The US soldiers were assigned to Task Force Baghdad which handles security in the capital and the surrounding area. Their deaths brought to at least 2,149 the number of US service members killed since the start of the Iraq war in March 2003, according to an Associated Press count.
In Thursday’s election, Sunni Arabs are expected to turn out in large numbers after most of them boycotted the landmark Jan. 30 poll. “We call upon all the Iraqi people, and this is a fatwa from more than 1,000 Iraqi scholars who are urging Iraqis to vote,” Sheikh Ahmed Abdul Ghafour Al-Samaraie said. He heads the Sunni Endowment, the government agency in charge of maintaining Sunni mosques and shrines.

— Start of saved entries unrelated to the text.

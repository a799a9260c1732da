import './env';
import { DataSource } from 'typeorm';
import { buildDataSourceOptions } from '../src/database/data-source';
import { runMigrations } from '../src/database/migrate';
import { seed, type SeedResult } from '../src/database/seed';

export interface SetupRecord {
  tablesBefore: number;
  migrationsRan: string[];
  // From an empty database only: tables left after reverting every migration, then ran up again.
  tablesAfterRevert: string[] | null;
  firstSeed: SeedResult;
  secondSeed: SeedResult;
  countsAfterFirst: Record<string, number>;
  countsAfterSecond: Record<string, number>;
}

const TABLES = [
  'organizations',
  'users',
  'invitations',
  'vehicles',
  'inspections',
  'item_results',
  'defects',
  'repairs',
  'signatures',
];

async function countRows(dataSource: DataSource): Promise<Record<string, number>> {
  const counts: Record<string, number> = {};
  for (const table of TABLES) {
    const [row] = await dataSource.query<{ n: number }[]>(`SELECT count(*)::int AS n FROM "${table}"`);
    counts[table] = row?.n ?? -1;
  }
  return counts;
}

// Proves every down() works: revert them all and list what is left (only the migrations table should be).
async function revertAll(databaseUrl: string, count: number): Promise<string[]> {
  const dataSource = await new DataSource({ ...buildDataSourceOptions(databaseUrl), logging: false }).initialize();
  try {
    for (let i = 0; i < count; i += 1) await dataSource.undoLastMigration({ transaction: 'each' });
    const rows = await dataSource.query<{ table_name: string }[]>(
      "SELECT table_name FROM information_schema.tables WHERE table_schema = 'public' ORDER BY table_name",
    );
    return rows.map((r) => r.table_name);
  } finally {
    await dataSource.destroy();
  }
}

// Runs the migrations up from the (fresh, empty) test database and seeds it twice; the specs assert the record.
export default async function globalSetup(): Promise<void> {
  const databaseUrl = process.env.DATABASE_URL;
  if (!databaseUrl) throw new Error('DATABASE_URL must name the test database (a fresh, empty PostgreSQL database).');

  const probe = await new DataSource({ ...buildDataSourceOptions(databaseUrl), logging: false }).initialize();
  const [tables] = await probe.query<{ n: number }[]>(
    "SELECT count(*)::int AS n FROM information_schema.tables WHERE table_schema = 'public'",
  );
  await probe.destroy();

  const migrationsRan = await runMigrations(databaseUrl);
  let tablesAfterRevert: string[] | null = null;
  if (tables?.n === 0) {
    tablesAfterRevert = await revertAll(databaseUrl, migrationsRan.length);
    await runMigrations(databaseUrl);
  }

  const dataSource = await new DataSource({ ...buildDataSourceOptions(databaseUrl), logging: false }).initialize();
  try {
    const firstSeed = await seed(dataSource);
    const countsAfterFirst = await countRows(dataSource);
    const secondSeed = await seed(dataSource);
    const countsAfterSecond = await countRows(dataSource);
    const record: SetupRecord = {
      tablesBefore: tables?.n ?? -1,
      migrationsRan,
      tablesAfterRevert,
      firstSeed,
      secondSeed,
      countsAfterFirst,
      countsAfterSecond,
    };
    // Environment variables set here reach the test files.
    process.env.YARDCALL_SETUP_RECORD = JSON.stringify(record);
  } finally {
    await dataSource.destroy();
  }
}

Iraqi insurgent groups have in recent days also backed away from the threats they used to keep Sunni Arabs away from the Jan. 30 election for an interim Parliament, and the Oct. 15 referendum on the constitution. An Iraqi militant group yesterday told its fighters not to attack polling stations to avoid killing civilians, according to a statement published in the group’s name on the Internet.
The Islamic Army in Iraq stressed the move did not mean it supported the political process and it vowed to continue attacking foreign and Iraqi security forces. Last week, the group claimed to have killed the US hostage Ronald Allen Schulz.
It came one day after Al-Qaeda in Iraq and four other Islamic groups denounced the elections as a “satanic project” and said that “to engage in the so-called political process” violates “the legitimate policy approved by God.
In Ramadi, west of Baghdad, police said gunmen killed Mezher Al-Dulaimi while he was filling up his car at a gas station. Dulaimi was a candidate with a regional Sunni Arab party and had participated at a recent conference in Cairo, attended by representatives of the country’s major factions.
The Iraqi Islamic Party, the largest Sunni Arab political group, warned the killing was a sign violence could still mar the elections. “The terrorist acts against the nominees have increased, the situation is getting worse day after day,” said Ayad Al-Samarrai, deputy director general of the party. “We expect more attacks against nominees and expect more problems.”
A top Sunni Arab politician, Adnan Al-Dulaimi, said it aimed at preventing the minority from voting in large numbers.
A roadside bomb targeted the convoy of Sheikh Jalal Eddin Al-Sagheer, a Shiite member of the National Assembly who was elected with the governing United Iraqi Alliance. The Iraqi Army said the explosion in Latifiyah, about 30 km south of Baghdad, damaged one of the vehicles.
Iraqi emigrants came to polling stations around the world to vote, leaving with ink-stained fingers and hope for the violence-torn country many fled during Saddam Hussein’s regime.
Voting abroad began first in Australia, where up to 20,000 registered Iraqi voters live. They are part of a group of 1.5 million voters living outside Iraq who will cast ballots at polling centers in 15 countries, including the United States, Canada and the Netherlands.
The expatriates will help elect the 275-member National Assembly, which will legislate in the coming four years and choose the first fully constitutional government in Iraq since the collapse of Saddam’s rule in 2003.
Campaign posters dotted polling stations across Europe, most promoting Iyad Allawi, a former prime minister, and deputy Prime Minister Ahmad Chalabi.